В конце концов, Москва также «раскрыла свои карты», но даже если бы она не сделала встречного шага, дополнительная ясность по поводу деятельности США в Киргизии в любом случае
отвечала американским интересам.
Во-вторых, после введения процедур по обеспечению прозрачности Москва и Вашингтон могли бы начать регулярные рабочие консультации по региональной
проблематике. Официальным лицам в российских и американских государственных ведомствах, отвечающим за отношения с постсоветскими странами, стоило бы поддерживать регулярные контакты и периодически встречаться друг с другом.
Целесообразно не ограничиваться совещаниями российских представителей, занимающихся США, с американскими коллегами, занимающимися Россией.
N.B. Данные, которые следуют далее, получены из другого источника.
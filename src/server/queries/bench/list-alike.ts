import { and, asc, desc, eq, inArray, isNotNull, lt, ne } from 'drizzle-orm';
import { invariant } from '~/lib/invariant';
import type { AlikePoint } from '~/schemas/bench-alike';
import type { Reader } from '~/server/db/client';
import { runPoints, testPoints, testRuns, units } from '~/server/db/schema';
import { listHistoryValues } from './read-history';

/** So many values of a point are shown. */
export const MOST_ALIKE = 40;
/** So many runs are looked through at a time; most points of a plan stand in nearly all of them. */
const runsAtATime = 50;
/** A point that only a rare option has is not looked for in all the runs that a works ever made. */
const mostRuns = 500;

/**
 * The last values of each point of a run, as closed runs of the same model kept them: the same quantity on the same
 * band, whichever revision of the test plan asked for it; the newest first. What old sheets say follows, marked.
 *
 * Runs are walked from the newest backwards, some at a time, so that a long history is not read whole.
 *
 * @returns null where there is no such run
 */
export async function listAlike(reader: Reader, runId: number): Promise<AlikePoint[] | null> {
  const [run] = await reader
    .select({ modelId: units.modelId, planId: testRuns.testPlanRevisionId })
    .from(testRuns)
    .innerJoin(units, eq(units.id, testRuns.unitId))
    .where(eq(testRuns.id, runId));
  if (run === undefined) return null;
  const points = await reader
    .select({ testPointId: testPoints.id, quantityKey: testPoints.quantityKey, band: testPoints.band })
    .from(testPoints)
    .where(eq(testPoints.testPlanRevisionId, run.planId))
    .orderBy(asc(testPoints.position));
  const found = new Map(points.map((point) => [keyOf(point), [] as AlikePoint['values']]));
  const keys = new Map(points.map((point) => [point.testPointId, keyOf(point)]));
  let before = Number.MAX_SAFE_INTEGER;
  for (let looked = 0; looked < mostRuns; looked += runsAtATime) {
    if ([...found.values()].every((values) => values.length >= MOST_ALIKE)) break;
    const runs = await listClosedRuns(reader, run.modelId, { before, except: runId });
    const oldest = runs.at(-1);
    if (oldest === undefined) break;
    for (const { key, value } of await listValues(reader, runs, keys)) {
      const values = found.get(key);
      if (values !== undefined && values.length < MOST_ALIKE) values.push(value);
    }
    before = oldest.id;
  }
  const old = await listOldValues(reader, run.modelId);
  return points.map((point) => {
    const key = keyOf(point);
    return { ...point, values: [...(found.get(key) ?? []), ...(old.get(key) ?? [])] };
  });
}

/** What old sheets say, by key, each at most {@link MOST_ALIKE}. */
async function listOldValues(reader: Reader, modelId: number): Promise<Map<string, AlikePoint['values']>> {
  const found = new Map<string, AlikePoint['values']>();
  for (const old of await listHistoryValues(reader, modelId)) {
    const { value, serial, testedOn } = old;
    const values = found.get(keyOf(old)) ?? [];
    if (values.length === MOST_ALIKE) continue;
    values.push({ value, serial, verdict: null, runNo: null, closedAt: testedOn, isHistory: true });
    found.set(keyOf(old), values);
  }
  return found;
}

interface ClosedRun {
  id: number;
  runNo: number;
  serial: string;
  closedAt: Date | null;
}

async function listClosedRuns(
  reader: Reader,
  modelId: number,
  { before, except }: { before: number; except: number },
): Promise<ClosedRun[]> {
  return reader
    .select({ id: testRuns.id, runNo: testRuns.runNo, serial: units.serial, closedAt: testRuns.closedAt })
    .from(testRuns)
    .innerJoin(units, eq(units.id, testRuns.unitId))
    .where(
      and(
        eq(units.modelId, modelId),
        eq(testRuns.state, 'closed'),
        lt(testRuns.id, before),
        ne(testRuns.id, except),
      ),
    )
    .orderBy(desc(testRuns.id))
    .limit(runsAtATime);
}

/**
 * What these runs kept. Not joined with the test points: MariaDB would begin there, and read every value that a point ever
 * had.
 *
 * @param keys by test point id; those that are met first are added
 */
async function listValues(reader: Reader, runs: readonly ClosedRun[], keys: Map<number, string>) {
  const rows = await reader
    .select({
      runId: runPoints.testRunId,
      testPointId: runPoints.testPointId,
      value: runPoints.value,
      verdict: runPoints.verdict,
    })
    .from(runPoints)
    .where(
      and(
        inArray(
          runPoints.testRunId,
          runs.map(({ id }) => id),
        ),
        ne(runPoints.verdict, 'not_run'),
        isNotNull(runPoints.value),
      ),
    )
    .orderBy(desc(runPoints.testRunId), asc(runPoints.testPointId));
  const unknown = [...new Set(rows.map(({ testPointId }) => testPointId))].filter((id) => !keys.has(id));
  if (unknown.length > 0) {
    const points = await reader
      .select({ id: testPoints.id, quantityKey: testPoints.quantityKey, band: testPoints.band })
      .from(testPoints)
      .where(inArray(testPoints.id, unknown));
    for (const point of points) keys.set(point.id, keyOf(point));
  }
  const runOf = new Map(runs.map((run) => [run.id, run]));
  return rows.map(({ runId, testPointId, value, verdict }) => {
    const run = runOf.get(runId);
    invariant(run !== undefined && value !== null, 'a value of one of the runs');
    const { serial, runNo, closedAt } = run;
    return {
      key: keys.get(testPointId) ?? '',
      value: { value, verdict, serial, runNo, closedAt, isHistory: false },
    };
  });
}

function keyOf({ quantityKey, band }: { quantityKey: string; band: string | null }): string {
  return `${quantityKey} ${band ?? ''}`;
}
Например, американским официальным лицам,
отвечающим за политику США на Южном Кавказе, стоило бы регулярно посещать Москву, а их российским визави — Вашингтон. Российские и американские послы в постсоветских государствах
также могли бы наладить каналы связи непосредственно друг с другом и при необходимости совместно встречаться с официальными лицами страны, в которой они работают. В местах дислокации
вооруженных сил США и России их представителям стоило бы искать возможности для налаживания регулярного и откровенного взаимодействия друг с другом и с официальными лицами принимающей
страны.
Эти каналы коммуникации должны использоваться как для обсуждения положения дел на постсоветском пространстве, так и для выражения озабоченности одной стороны действиями другой.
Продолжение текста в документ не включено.